I have successfully cleared ACS this month, albeit I lost first two years of experience as that company is no more operational. My agent, who isn't MARA registered, has totally misguided me regarding ACS. At her behest, I blindly submitted some fake letters (roles&resp, experience and projects) as if signed by my HR. Although my experience is truly genuine and haven't exaggerated a bit in the letters, as I couldn't get these docs from HR, I was told to prepare those letterheads with the sign of HR. Foolishly, I followed her as she cited few examples who could successfully get PR's using this technique.

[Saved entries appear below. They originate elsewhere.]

import {
  foreignKey,
  integer,
  jsonb,
  pgTable,
  primaryKey,
  text,
  timestamp,
  uuid,
} from 'drizzle-orm/pg-core';
import type { Circuit } from '../../../../shared/circuit';
import { organisation } from './organisation';
import { organisationId, organisationOnly } from './policy';

export const circuit = pgTable(
  'circuit',
  {
    organisationId: organisationId(),
    id: uuid().notNull(),
    name: text().notNull(),
    version: integer().notNull().default(1),
  },
  (table) => [
    primaryKey({ columns: [table.organisationId, table.id] }),
    foreignKey({ columns: [table.organisationId], foreignColumns: [organisation.organisationId] }),
    organisationOnly(),
  ],
);

/** Issued once and never changed: the application's role has no UPDATE on it. */
export const circuitRevision = pgTable(
  'circuit_revision',
  {
    organisationId: organisationId(),
    circuitId: uuid().notNull(),
    revision: integer().notNull(),
    issuedAt: timestamp({ withTimezone: true }).notNull(),
    circuit: jsonb().$type<Circuit>().notNull(),
  },
  (table) => [
    primaryKey({ columns: [table.organisationId, table.circuitId, table.revision] }),
    foreignKey({
      columns: [table.organisationId, table.circuitId],
      foreignColumns: [circuit.organisationId, circuit.id],
    }),
    organisationOnly(),
  ],
);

Last month while ACS was in progress, I started doing some research on my own and has been following closely all the posts in this forum. I realized many things that were never mentioned by my agent. Following is what I realized:

Employee reference letter acts as a good substitute in addition to statutory declaration, when HR is not doing the needful
We can file all by ourselves and need not rely on agent

This month after I cleared ACS, I questioned agent why fake HR letters when we can opt for Employee Reference & statutory declaration. She said that doing so will increase our chances. When I questioned her what if a copy is sent to my HR for verification and then my job is at risk, she said that would never happen. Verification is only done by asking questions and not showing HR the documentary evidence. 

Not convinced by her answer and not wanting to take risk with my job, I decided to stop going thru the agent any further. I now want to go by my own, if I can. Can someone kindly answer my queries below?

Can I continue on my own from EOI onwards. All I have is a soft copy of ACS assessment. Do I need something else from agent?
Can I go with emp reference letters for main application, instead of fake HR letters? Will CO ask why HR letters submitted to ACS and not to DIAC? Any risks you can see?
If verification is done, will HR be shown the documents to confirm if they indeed gave them?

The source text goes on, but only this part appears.